Output only the lines below that start at the line containing "for k, m in" and end at the line containing "square roots, is", with both ends kept.

→ GIVEN ENTRIES:
========
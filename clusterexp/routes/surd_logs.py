"""Exact arithmetic for sums of logarithms of quadratic surds, and their canonical form.

The closed form of the link squared (docs/perturbative.md, section 4k) is a rational number plus rational
multiples of logarithms, where every logarithm's argument and coefficient lie in one quadratic field
Q(sqrt D) per pair of strand lags. `Surd` is an element a + b sqrt(D) of such a field (exact Fractions, D
squarefree); `LogSum` is c_0 + sum_k c_k ln|w_k| with surd coefficients and arguments. `canonical` turns a
real, Galois-invariant LogSum into the sympy expression

    q_0 + sum_p q_p ln p + sum_D sqrt(D) sum_u q_u ln u      (p prime; u > 1 in Q(sqrt D) of norm +-1),

with rational q's: the rational part, the logarithms of primes, and per field the logarithms of its
norm-one elements. The reduction is that of Galois conjugation (sqrt D -> -sqrt D): for c = c_0 + c_1 sqrt D
and w in Q(sqrt D), c ln|w| + conj(c) ln|conj(w)| = c_0 ln|N(w)| + c_1 sqrt(D) ln|w / conj(w)|, and the
conjugation-odd remainder of a real invariant sum vanishes. `canonical` checks that at 60 digits (an
internal error otherwise) instead of assuming it.
"""
from __future__ import annotations

from fractions import Fraction
from math import isqrt

import mpmath


def squarefree(n: int) -> tuple[int, int]:
    """(k, D) with n = k^2 D, D squarefree (n > 0)."""
    k, D, f = 1, 1, 2
    while f * f <= n:
        while n % (f * f) == 0:
            n //= f * f
            k *= f
        if n % f == 0:
            n //= f
            D *= f
        f += 1
    return k, D * n


def _primes(n: int) -> dict:
    """{prime: exponent} of a positive integer."""
    out, f = {}, 2
    while f * f <= n:
        while n % f == 0:
            out[f] = out.get(f, 0) + 1
            n //= f
        f += 1
    if n > 1:
        out[n] = out.get(n, 0) + 1
    return out


class Surd:
    """a + b sqrt(D), a and b Fractions, D a squarefree integer >= 1 (D = 1: b = 0, a rational)."""

    __slots__ = ("a", "b", "D")

    def __init__(self, a, b=0, D: int = 1):
        a, b = Fraction(a), Fraction(b)
        if D == 1 or b == 0:
            a, b, D = a + b, Fraction(0), 1   # (sqrt 1 = 1)
        self.a, self.b, self.D = a, b, D

    @classmethod
    def sqrt(cls, x) -> "Surd":
        """sqrt(x) of a non-negative rational x."""
        if isinstance(x, Surd):
            if x.D != 1:
                raise ValueError(f"square root of an irrational surd {x}")
            x = x.a
        x = Fraction(x)
        if x < 0:
            raise ValueError(f"square root of a negative number {x}")
        k_num, d_num = squarefree(x.numerator * x.denominator) if x else (0, 1)
        return cls(0, Fraction(k_num, x.denominator), d_num) if d_num > 1 else cls(Fraction(k_num, x.denominator))

    def _field(self, other: "Surd") -> int:
        if self.D == 1 or other.D == 1 or self.D == other.D:
            return max(self.D, other.D)
        raise ArithmeticError(f"sqrt({self.D}) and sqrt({other.D}) in one product: not a quadratic field")

    def __add__(self, other):
        if isinstance(other, LogSum):
            return other + self
        other = _surd(other)
        return Surd(self.a + other.a, self.b + other.b, self._field(other))

    __radd__ = __add__

    def __neg__(self):
        return Surd(-self.a, -self.b, self.D)

    def __sub__(self, other):
        return self + (-other if isinstance(other, LogSum) else -_surd(other))

    def __rsub__(self, other):
        return _surd(other) - self

    def __mul__(self, other):
        if isinstance(other, LogSum):
            return other * self
        other = _surd(other)
        D = self._field(other)
        return Surd(self.a * other.a + self.b * other.b * D, self.a * other.b + self.b * other.a, D)

    __rmul__ = __mul__

    def conjugate(self) -> "Surd":
        return Surd(self.a, -self.b, self.D)

    def norm(self) -> Fraction:
        return self.a * self.a - self.b * self.b * self.D

    def __truediv__(self, other):
        other = _surd(other)
        if other.norm() == 0:
            raise ZeroDivisionError("division by zero")
        return self * other.conjugate() * Surd(1 / other.norm())

    def __rtruediv__(self, other):
        return _surd(other) / self

    def sign(self) -> int:
        """The sign of the real number a + b sqrt(D), exactly."""
        sa, sb = (self.a > 0) - (self.a < 0), (self.b > 0) - (self.b < 0)
        if sa == sb or sb == 0:
            return sa
        if sa == 0:
            return sb
        return sa if self.a * self.a > self.b * self.b * self.D else sb

    def __abs__(self):
        return -self if self.sign() < 0 else self

    def __eq__(self, other):
        if isinstance(other, (int, Fraction, Surd)):
            other = _surd(other)
            return (self.a, self.b, self.D) == (other.a, other.b, other.D)
        return NotImplemented

    def __hash__(self):
        return hash((self.a, self.b, self.D))

    def __lt__(self, other):
        return (self - other).sign() < 0

    def __ge__(self, other):
        return (self - other).sign() >= 0

    def __gt__(self, other):
        return (self - other).sign() > 0

    def mp(self) -> mpmath.mpf:
        return mpmath.mpf(self.a.numerator) / self.a.denominator + \
            mpmath.mpf(self.b.numerator) / self.b.denominator * mpmath.sqrt(self.D)

    def sympy(self):
        import sympy
        return sympy.Rational(self.a.numerator, self.a.denominator) + \
            sympy.Rational(self.b.numerator, self.b.denominator) * sympy.sqrt(self.D)

    def __repr__(self):
        return f"Surd({self.a}, {self.b}, {self.D})"


def _surd(x) -> Surd:
    if isinstance(x, Surd):
        return x
    if isinstance(x, (int, Fraction)) and not isinstance(x, bool):
        return Surd(x)
    raise TypeError(f"not an exact number: {x!r}")


class LogSum:
    """c_0 + sum_k c_k ln|w_k|: `constant` {D: Surd in Q(sqrt D)}, `terms` [(c_k, w_k)] with surd c_k, w_k
    (w_k != 0)."""

    __slots__ = ("constant", "terms")

    def __init__(self, constant=None, terms=()):
        self.constant = dict(constant or {})
        self.terms = list(terms)

    @classmethod
    def log(cls, w) -> "LogSum":
        w = _surd(w)
        if w == 0:
            raise ValueError("logarithm of zero")
        return cls({}, [(Surd(1), w)])

    def __add__(self, other):
        if not isinstance(other, LogSum):
            other = _surd(other)
            other = LogSum({other.D: other})
        constant = dict(self.constant)
        for D, c in other.constant.items():
            constant[D] = constant.get(D, Surd(0)) + c
        return LogSum(constant, self.terms + other.terms)

    __radd__ = __add__

    def __neg__(self):
        return self * Surd(-1)

    def __sub__(self, other):
        return self + (-other)

    def __rsub__(self, other):
        return (-self) + other

    def __mul__(self, other):
        if isinstance(other, LogSum):
            raise ArithmeticError("a product of two logarithms is not a sum of logarithms")
        other = _surd(other)
        constant = {}
        for c in self.constant.values():
            c = c * other
            constant[c.D] = constant.get(c.D, Surd(0)) + c
        return LogSum(constant, [(c * other, w) for c, w in self.terms])

    __rmul__ = __mul__

    def __truediv__(self, other):
        return self * (Surd(1) / _surd(other))

    def mp(self) -> mpmath.mpf:
        return sum((c.mp() for c in self.constant.values()), mpmath.mpf(0)) + \
            sum((c.mp() * mpmath.log(abs(w.mp())) for c, w in self.terms), mpmath.mpf(0))


def _unit_key(u: Surd) -> Surd:
    """u or 1/u, whichever is > 1 (u > 0 of norm +-1 in Q(sqrt D)); the sign of the logarithm changes."""
    return u if u > 1 else Surd(1) / u


def canonical(value: LogSum, digits: int = 60):
    """The sympy expression q_0 + sum_p q_p ln p + sum_D sqrt(D) sum_u q_u ln u of a real LogSum that is
    invariant under every Galois conjugation (see the module's docstring). Raises ArithmeticError when
    the conjugation-odd part does not vanish to `digits` digits (then the sum was not invariant)."""
    import sympy
    rational = Fraction(0)
    primes: dict = {}
    units: dict = {}           # D -> {u: q}
    odd = []                   # (float-able parts) that must cancel
    for D, c in value.constant.items():
        if D == 1:
            rational += c.a
        else:
            odd.append(c.mp())

    def add_rational_log(q: Fraction, x: Fraction):
        x = abs(x)
        for p, e in _primes(x.numerator).items():
            primes[p] = primes.get(p, Fraction(0)) + q * e
        for p, e in _primes(x.denominator).items():
            primes[p] = primes.get(p, Fraction(0)) - q * e
    with mpmath.workdps(digits + 10):
        for c, w in value.terms:
            if w.D == 1:
                if c.D == 1:
                    add_rational_log(c.a, w.a)
                else:   # an irrational multiple of the logarithm of a rational: odd, must cancel
                    add_rational_log(c.a, w.a)
                    odd.append(c.b * mpmath.sqrt(c.D) * mpmath.log(abs(w.a)))
                continue
            # c ln|w| = (c0 L + c1 sqrt(D) M)/2 + (c1 sqrt(D) L + c0 M)/2, L = ln|N w|, M = ln|w / conj w|
            u = abs(w / w.conjugate())
            add_rational_log(c.a / 2, w.norm())
            if c.b and u != 1:   # (u = 1: w is a rational multiple of sqrt D)
                key = _unit_key(u)
                units.setdefault(w.D, {})
                units[w.D][key] = units[w.D].get(key, Fraction(0)) + (c.b / 2 if key == u else -c.b / 2)
            L, M = mpmath.log(abs(w.norm().numerator)) - mpmath.log(w.norm().denominator), mpmath.log(u.mp())
            odd.append(c.b * mpmath.sqrt(w.D) * L / 2 + c.a * M / 2)
        total_odd = sum(odd, mpmath.mpf(0))
        scale = max([abs(value.mp()), mpmath.mpf(1)])
        if abs(total_odd) > mpmath.mpf(10) ** (-digits) * scale:
            raise ArithmeticError(f"the sum of logarithms is not invariant under conjugation (odd part {total_odd})")
    out = sympy.Rational(rational.numerator, rational.denominator)
    for p in sorted(primes):
        if primes[p]:
            out += sympy.Rational(primes[p].numerator, primes[p].denominator) * sympy.log(p)
    for D in sorted(units):
        for u, q in _powers_merged(units[D]).items():
            if q:
                out += sympy.Rational(q.numerator, q.denominator) * sympy.sqrt(D) * sympy.log(u.sympy())
    return out


def _rational_sqrt(x: Fraction) -> Fraction | None:
    if x < 0:
        return None
    n, d = isqrt(x.numerator), isqrt(x.denominator)
    return Fraction(n, d) if n * n == x.numerator and d * d == x.denominator else None


def _square_root(u: Surd) -> Surd | None:
    """g > 1 in Q(sqrt D) with g^2 = u (u > 1 of norm +-1), or None. N(g) = +-1, so the rational part x of
    g has x^2 = (a + N(g))/2 for u = a + b sqrt D."""
    for s in (1, -1):
        x = _rational_sqrt((u.a + s) / 2)
        if x:
            g = Surd(x, u.b / (2 * x), u.D)
            if g * g == u and g > 1:
                return g
    return None


def _power(u: Surd, k: int) -> Surd:
    """u^k for any integer k (u != 0)."""
    base, out = (u if k >= 0 else Surd(1) / u), Surd(1)
    for _ in range(abs(k)):
        out = out * base
    return out


def _height(u: Surd) -> int:
    return max(abs(u.a.numerator), abs(u.b.numerator), u.a.denominator, u.b.denominator)


def _rooted(logs: dict) -> dict:
    """{u: q} with every u that is a square in Q(sqrt D) replaced by its root: q ln(7 + 4 sqrt 3) =
    2 q ln(2 + sqrt 3)."""
    out: dict = {}
    for u, q in logs.items():
        while (g := _square_root(u)) is not None:
            u, q = g, 2 * q
        out[u] = out.get(u, Fraction(0)) + q
    return out


def _powers_merged(logs: dict, largest: int = 60) -> dict:
    """{u: q} (u > 1, norm +-1) with fewer terms, same value: every multiplicative relation prod u^m_u = 1
    with |m_u| <= `largest` that PSLQ finds among the u (verified exactly) removes one u, the one whose
    removal leaves the fewest terms (ties: the largest numbers); squares are replaced by their roots.
    E.g. q ln((11 + 4 sqrt 7)/3) + q ln((4 + sqrt 7)/3) = q ln(8 + 3 sqrt 7)."""
    logs = {u: q for u, q in _rooted(logs).items() if q}
    with mpmath.workdps(50):
        while len(logs) >= 2:
            us = sorted(logs, key=lambda x: x.mp())
            relation = mpmath.pslq([mpmath.log(u.mp()) for u in us], maxcoeff=largest, maxsteps=10 ** 4)
            if relation is None:
                break
            product = Surd(1)
            for u, m in zip(us, relation):
                product = product * _power(u, m)
            if product != 1:
                break          # PSLQ's relation is not exact: keep the terms as they are
            best = None
            for k, m in enumerate(relation):
                if not m:
                    continue   # ln us[k] = -sum_{l != k} (m_l / m_k) ln us[l]
                trial = dict(logs)
                q = trial.pop(us[k])
                for u, ml in zip(us, relation):
                    if u != us[k] and ml:
                        trial[u] = trial[u] - q * Fraction(ml, m)
                trial = {u: c for u, c in trial.items() if c}
                key = (len(trial), -_height(us[k]))
                if best is None or key < best[0]:
                    best = (key, trial)
            logs = _rooted(best[1])
    logs = _equal_coefficients_merged(logs)
    return {u: logs[u] for u in sorted(logs, key=lambda x: x.mp())}


def _equal_coefficients_merged(logs: dict) -> dict:
    """q ln u + q ln v = q ln(u v) (and q ln u - q ln v = q ln(u / v)) wherever the merged element, after
    square roots, is no larger in its numbers than the larger of u and v."""
    merged = True
    while merged:
        merged = False
        us = sorted(logs, key=lambda x: x.mp())
        for k, u in enumerate(us):
            for v in us[k + 1:]:
                if abs(logs[u]) != abs(logs[v]):
                    continue
                w = _unit_key(u * v if logs[u] == logs[v] else v / u)
                q = logs[v]
                if w == 1 or _height(w) > max(_height(u), _height(v)):
                    continue
                rooted = _rooted({w: q})
                del logs[u], logs[v]
                for x, c in rooted.items():
                    logs[x] = logs.get(x, Fraction(0)) + c
                logs = {x: c for x, c in logs.items() if c}
                merged = True
                break
            if merged:
                break
    return logs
========
→ FINISHED TASK:
            for k, m in enumerate(relation):
                if not m:
                    continue   # ln us[k] = -sum_{l != k} (m_l / m_k) ln us[l]
                trial = dict(logs)
                q = trial.pop(us[k])
                for u, ml in zip(us, relation):
                    if u != us[k] and ml:
                        trial[u] = trial[u] - q * Fraction(ml, m)
                trial = {u: c for u, c in trial.items() if c}
                key = (len(trial), -_height(us[k]))
                if best is None or key < best[0]:
                    best = (key, trial)
            logs = _rooted(best[1])
    logs = _equal_coefficients_merged(logs)
    return {u: logs[u] for u in sorted(logs, key=lambda x: x.mp())}


def _equal_coefficients_merged(logs: dict) -> dict:
    """q ln u + q ln v = q ln(u v) (and q ln u - q ln v = q ln(u / v)) wherever the merged element, after
    square roots, is no larger in its numbers than the larger of u and v."""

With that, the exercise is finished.